─── DATASET

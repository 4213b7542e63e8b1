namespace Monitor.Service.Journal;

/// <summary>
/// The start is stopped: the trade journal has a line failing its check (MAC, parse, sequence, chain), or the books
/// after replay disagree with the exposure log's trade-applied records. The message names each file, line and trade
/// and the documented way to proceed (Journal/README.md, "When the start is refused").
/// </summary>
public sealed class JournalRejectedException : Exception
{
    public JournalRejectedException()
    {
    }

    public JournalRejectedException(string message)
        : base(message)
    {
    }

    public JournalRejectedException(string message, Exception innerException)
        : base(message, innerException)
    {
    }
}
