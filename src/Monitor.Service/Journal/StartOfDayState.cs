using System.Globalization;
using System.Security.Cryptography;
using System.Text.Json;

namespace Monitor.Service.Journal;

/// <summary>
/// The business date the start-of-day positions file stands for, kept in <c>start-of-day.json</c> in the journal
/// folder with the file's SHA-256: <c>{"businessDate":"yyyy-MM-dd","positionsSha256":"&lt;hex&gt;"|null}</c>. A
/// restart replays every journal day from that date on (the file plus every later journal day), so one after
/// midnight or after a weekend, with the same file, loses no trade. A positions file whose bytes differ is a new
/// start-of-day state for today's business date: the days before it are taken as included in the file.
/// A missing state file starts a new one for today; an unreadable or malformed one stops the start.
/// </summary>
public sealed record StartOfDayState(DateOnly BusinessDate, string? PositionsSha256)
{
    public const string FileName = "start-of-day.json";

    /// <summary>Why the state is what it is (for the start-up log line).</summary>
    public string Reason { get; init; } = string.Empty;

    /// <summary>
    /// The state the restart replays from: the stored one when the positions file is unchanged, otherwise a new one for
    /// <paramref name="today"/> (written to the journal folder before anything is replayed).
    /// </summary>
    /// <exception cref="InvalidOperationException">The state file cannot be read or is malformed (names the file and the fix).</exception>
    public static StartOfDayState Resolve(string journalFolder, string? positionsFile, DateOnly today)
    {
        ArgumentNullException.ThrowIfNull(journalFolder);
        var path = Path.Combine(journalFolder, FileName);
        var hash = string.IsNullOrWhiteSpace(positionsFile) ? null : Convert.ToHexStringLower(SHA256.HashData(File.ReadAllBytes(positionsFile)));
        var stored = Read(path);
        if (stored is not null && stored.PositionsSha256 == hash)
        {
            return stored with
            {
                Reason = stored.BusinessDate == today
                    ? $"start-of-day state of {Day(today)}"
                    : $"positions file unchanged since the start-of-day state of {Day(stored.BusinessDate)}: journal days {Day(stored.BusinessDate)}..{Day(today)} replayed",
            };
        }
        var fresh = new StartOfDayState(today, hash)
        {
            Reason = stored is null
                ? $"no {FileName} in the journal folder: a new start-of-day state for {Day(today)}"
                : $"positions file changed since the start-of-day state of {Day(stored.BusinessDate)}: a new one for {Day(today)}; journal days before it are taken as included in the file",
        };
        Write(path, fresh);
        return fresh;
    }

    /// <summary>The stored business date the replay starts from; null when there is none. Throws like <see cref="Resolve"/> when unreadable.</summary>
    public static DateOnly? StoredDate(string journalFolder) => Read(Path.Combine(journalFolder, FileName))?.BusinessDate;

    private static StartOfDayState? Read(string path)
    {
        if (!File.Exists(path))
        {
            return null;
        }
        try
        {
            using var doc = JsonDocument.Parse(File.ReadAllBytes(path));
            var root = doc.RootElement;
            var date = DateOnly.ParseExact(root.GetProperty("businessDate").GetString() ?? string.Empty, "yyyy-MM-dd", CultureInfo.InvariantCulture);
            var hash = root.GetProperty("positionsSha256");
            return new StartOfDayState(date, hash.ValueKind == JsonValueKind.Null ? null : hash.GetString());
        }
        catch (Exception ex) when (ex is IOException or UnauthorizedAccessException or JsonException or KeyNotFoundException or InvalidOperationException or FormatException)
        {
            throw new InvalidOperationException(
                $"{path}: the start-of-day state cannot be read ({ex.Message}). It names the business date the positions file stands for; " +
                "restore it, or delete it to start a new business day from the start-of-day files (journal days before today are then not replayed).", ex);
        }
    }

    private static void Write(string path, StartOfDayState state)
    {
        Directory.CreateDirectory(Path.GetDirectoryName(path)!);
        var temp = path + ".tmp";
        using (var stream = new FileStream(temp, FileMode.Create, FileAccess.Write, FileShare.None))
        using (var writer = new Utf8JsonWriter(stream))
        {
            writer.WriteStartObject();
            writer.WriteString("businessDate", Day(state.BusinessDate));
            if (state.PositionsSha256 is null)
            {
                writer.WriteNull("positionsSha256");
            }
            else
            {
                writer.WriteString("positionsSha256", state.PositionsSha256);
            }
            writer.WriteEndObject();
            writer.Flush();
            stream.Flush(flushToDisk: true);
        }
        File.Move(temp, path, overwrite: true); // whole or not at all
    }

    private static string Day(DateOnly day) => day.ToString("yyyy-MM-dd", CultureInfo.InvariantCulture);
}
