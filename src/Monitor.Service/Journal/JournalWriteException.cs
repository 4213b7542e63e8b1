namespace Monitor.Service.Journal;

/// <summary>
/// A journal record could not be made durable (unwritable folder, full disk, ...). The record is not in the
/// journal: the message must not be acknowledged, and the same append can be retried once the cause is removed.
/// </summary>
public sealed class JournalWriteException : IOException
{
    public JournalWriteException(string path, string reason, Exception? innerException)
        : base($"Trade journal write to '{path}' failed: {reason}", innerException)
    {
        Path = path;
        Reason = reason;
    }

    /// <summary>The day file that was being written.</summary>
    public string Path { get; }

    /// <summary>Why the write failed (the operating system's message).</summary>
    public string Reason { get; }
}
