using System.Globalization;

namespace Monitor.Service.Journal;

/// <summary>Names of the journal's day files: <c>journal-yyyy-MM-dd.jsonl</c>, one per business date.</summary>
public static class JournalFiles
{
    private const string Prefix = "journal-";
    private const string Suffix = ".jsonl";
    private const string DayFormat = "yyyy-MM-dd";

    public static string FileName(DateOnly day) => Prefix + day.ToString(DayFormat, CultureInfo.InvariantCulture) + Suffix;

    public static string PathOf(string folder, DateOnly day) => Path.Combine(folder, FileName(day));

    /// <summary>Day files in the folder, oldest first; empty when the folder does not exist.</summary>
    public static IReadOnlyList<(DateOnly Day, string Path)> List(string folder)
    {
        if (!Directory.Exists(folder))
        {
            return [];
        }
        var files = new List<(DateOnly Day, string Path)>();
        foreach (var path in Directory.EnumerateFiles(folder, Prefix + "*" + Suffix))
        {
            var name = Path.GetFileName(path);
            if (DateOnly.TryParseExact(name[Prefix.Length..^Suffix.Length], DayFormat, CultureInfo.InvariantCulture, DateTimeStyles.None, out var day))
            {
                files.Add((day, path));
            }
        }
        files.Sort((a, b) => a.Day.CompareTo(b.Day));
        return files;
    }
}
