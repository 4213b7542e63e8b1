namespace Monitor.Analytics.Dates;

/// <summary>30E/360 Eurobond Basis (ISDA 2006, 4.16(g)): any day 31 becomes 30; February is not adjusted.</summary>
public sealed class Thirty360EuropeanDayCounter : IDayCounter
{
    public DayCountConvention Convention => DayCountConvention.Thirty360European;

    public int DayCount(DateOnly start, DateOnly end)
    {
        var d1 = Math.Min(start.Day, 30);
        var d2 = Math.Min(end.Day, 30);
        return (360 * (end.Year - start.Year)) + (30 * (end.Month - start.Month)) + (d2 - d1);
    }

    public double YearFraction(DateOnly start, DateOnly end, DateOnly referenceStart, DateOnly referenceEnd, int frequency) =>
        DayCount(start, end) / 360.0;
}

──────

*TASK TO COMPLETE*:
Type out each entry above again, exactly.

*ANSWER TO THIS TASK*:
repository 4213b7542e63e8b1
namespace Monitor.Service.Journal;

/// <summary>
/// The start is stopped: the trade journal has a line failing its check (MAC, parse, sequence, chain), or the books
/// after replay disagree with the exposure log's trade-applied records. The message names each file, line and trade
/// and the documented way to proceed (Journal/README.md, "When the start is refused").
/// </summary>
public sealed class JournalRejectedException : Exception
{
    public JournalRejectedException()
    {
    }

    public JournalRejectedException(string message)
        : base(message)
    {
    }

    public JournalRejectedException(string message, Exception innerException)
        : base(message, innerException)
    {
    }
}
filename src/Monitor.Service/Journal/StartOfDayState.cs
using System.Globalization;
using System.Security.Cryptography;
using System.Text.Json;

namespace Monitor.Service.Journal;

/// <summary>
/// The business date the start-of-day positions file stands for, kept in <c>start-of-day.json</c> in the journal
/// folder with the file's SHA-256: <c>{"businessDate":"yyyy-MM-dd","positionsSha256":"&lt;hex&gt;"|null}</c>. A
/// restart replays every journal day from that date on (the file plus every later journal day), so one after
/// midnight or after a weekend, with the same file, loses no trade. A positions file whose bytes differ is a new
/// start-of-day state for today's business date: the days before it are taken as included in the file.
/// A missing state file starts a new one for today; an unreadable or malformed one stops the start.
/// </summary>
public sealed record StartOfDayState(DateOnly BusinessDate, string? PositionsSha256)
{
    public const string FileName = "start-of-day.json";

    /// <summary>Why the state is what it is (for the start-up log line).</summary>
    public string Reason { get; init; } = string.Empty;

    /// <summary>
    /// The state the restart replays from: the stored one when the positions file is unchanged, otherwise a new one for
    /// <paramref name="today"/> (written to the journal folder before anything is replayed).
    /// </summary>
    /// <exception cref="InvalidOperationException">The state file cannot be read or is malformed (names the file and the fix).</exception>
    public static StartOfDayState Resolve(string journalFolder, string? positionsFile, DateOnly today)
    {
        ArgumentNullException.ThrowIfNull(journalFolder);
        var path = Path.Combine(journalFolder, FileName);
        var hash = string.IsNullOrWhiteSpace(positionsFile) ? null : Convert.ToHexStringLower(SHA256.HashData(File.ReadAllBytes(positionsFile)));
        var stored = Read(path);
        if (stored is not null && stored.PositionsSha256 == hash)
        {
            return stored with
            {
                Reason = stored.BusinessDate == today
                    ? $"start-of-day state of {Day(today)}"
                    : $"positions file unchanged since the start-of-day state of {Day(stored.BusinessDate)}: journal days {Day(stored.BusinessDate)}..{Day(today)} replayed",
            };
        }
        var fresh = new StartOfDayState(today, hash)
        {
            Reason = stored is null
                ? $"no {FileName} in the journal folder: a new start-of-day state for {Day(today)}"
                : $"positions file changed since the start-of-day state of {Day(stored.BusinessDate)}: a new one for {Day(today)}; journal days before it are taken as included in the file",
        };
        Write(path, fresh);
        return fresh;
    }

    /// <summary>The stored business date the replay starts from; null when there is none. Throws like <see cref="Resolve"/> when unreadable.</summary>
    public static DateOnly? StoredDate(string journalFolder) => Read(Path.Combine(journalFolder, FileName))?.BusinessDate;

    private static StartOfDayState? Read(string path)
    {
        if (!File.Exists(path))
        {
            return null;
        }
        try
        {
            using var doc = JsonDocument.Parse(File.ReadAllBytes(path));
            var root = doc.RootElement;
            var date = DateOnly.ParseExact(root.GetProperty("businessDate").GetString() ?? string.Empty, "yyyy-MM-dd", CultureInfo.InvariantCulture);
            var hash = root.GetProperty("positionsSha256");
            return new StartOfDayState(date, hash.ValueKind == JsonValueKind.Null ? null : hash.GetString());
        }
        catch (Exception ex) when (ex is IOException or UnauthorizedAccessException or JsonException or KeyNotFoundException or InvalidOperationException or FormatException)
        {
            throw new InvalidOperationException(
                $"{path}: the start-of-day state cannot be read ({ex.Message}). It names the business date the positions file stands for; " +
                "restore it, or delete it to start a new business day from the start-of-day files (journal days before today are then not replayed).", ex);
        }
    }

    private static void Write(string path, StartOfDayState state)
    {
        Directory.CreateDirectory(Path.GetDirectoryName(path)!);
        var temp = path + ".tmp";
        using (var stream = new FileStream(temp, FileMode.Create, FileAccess.Write, FileShare.None))
        using (var writer = new Utf8JsonWriter(stream))
        {
            writer.WriteStartObject();
            writer.WriteString("businessDate", Day(state.BusinessDate));
            if (state.PositionsSha256 is null)
            {
                writer.WriteNull("positionsSha256");
            }
            else
            {
                writer.WriteString("positionsSha256", state.PositionsSha256);
            }
            writer.WriteEndObject();
            writer.Flush();
            stream.Flush(flushToDisk: true);
        }
        File.Move(temp, path, overwrite: true); // whole or not at all
    }

    private static string Day(DateOnly day) => day.ToString("yyyy-MM-dd", CultureInfo.InvariantCulture);
}
filename src/Monitor.Service/Journal/JournalWriteException.cs
repository 4213b7542e63e8b1
namespace Monitor.Service.Journal;

/// <summary>
/// A journal record could not be made durable (unwritable folder, full disk, ...). The record is not in the
/// journal: the message must not be acknowledged, and the same append can be retried once the cause is removed.
/// </summary>
public sealed class JournalWriteException : IOException
{
    public JournalWriteException(string path, string reason, Exception? innerException)
        : base($"Trade journal write to '{path}' failed: {reason}", innerException)
    {
        Path = path;
        Reason = reason;
    }

    /// <summary>The day file that was being written.</summary>
    public string Path { get; }

    /// <summary>Why the write failed (the operating system's message).</summary>
    public string Reason { get; }
}
using System.Globalization;

namespace Monitor.Service.Journal;

/// <summary>Names of the journal's day files: <c>journal-yyyy-MM-dd.jsonl</c>, one per business date.</summary>
public static class JournalFiles
{
    private const string Prefix = "journal-";
    private const string Suffix = ".jsonl";
    private const string DayFormat = "yyyy-MM-dd";

    public static string FileName(DateOnly day) => Prefix + day.ToString(DayFormat, CultureInfo.InvariantCulture) + Suffix;

    public static string PathOf(string folder, DateOnly day) => Path.Combine(folder, FileName(day));

    /// <summary>Day files in the folder, oldest first; empty when the folder does not exist.</summary>
    public static IReadOnlyList<(DateOnly Day, string Path)> List(string folder)
    {
        if (!Directory.Exists(folder))
        {
            return [];
        }
        var files = new List<(DateOnly Day, string Path)>();
        foreach (var path in Directory.EnumerateFiles(folder, Prefix + "*" + Suffix))
        {
            var name = Path.GetFileName(path);
            if (DateOnly.TryParseExact(name[Prefix.Length..^Suffix.Length], DayFormat, CultureInfo.InvariantCulture, DateTimeStyles.None, out var day))
            {
                files.Add((day, path));
            }
        }
        files.Sort((a, b) => a.Day.CompareTo(b.Day));
        return files;
    }
}
repository 4213b7542e63e8b1
namespace Monitor.Analytics.Dates;

/// <summary>30E/360 Eurobond Basis (ISDA 2006, 4.16(g)): any day 31 becomes 30; February is not adjusted.</summary>
public sealed class Thirty360EuropeanDayCounter : IDayCounter
{
    public DayCountConvention Convention => DayCountConvention.Thirty360European;

    public int DayCount(DateOnly start, DateOnly end)
    {
        var d1 = Math.Min(start.Day, 30);
        var d2 = Math.Min(end.Day, 30);
        return (360 * (end.Year - start.Year)) + (30 * (end.Month - start.Month)) + (d2 - d1);
    }

    public double YearFraction(DateOnly start, DateOnly end, DateOnly referenceStart, DateOnly referenceEnd, int frequency) =>
        DayCount(start, end) / 360.0;
}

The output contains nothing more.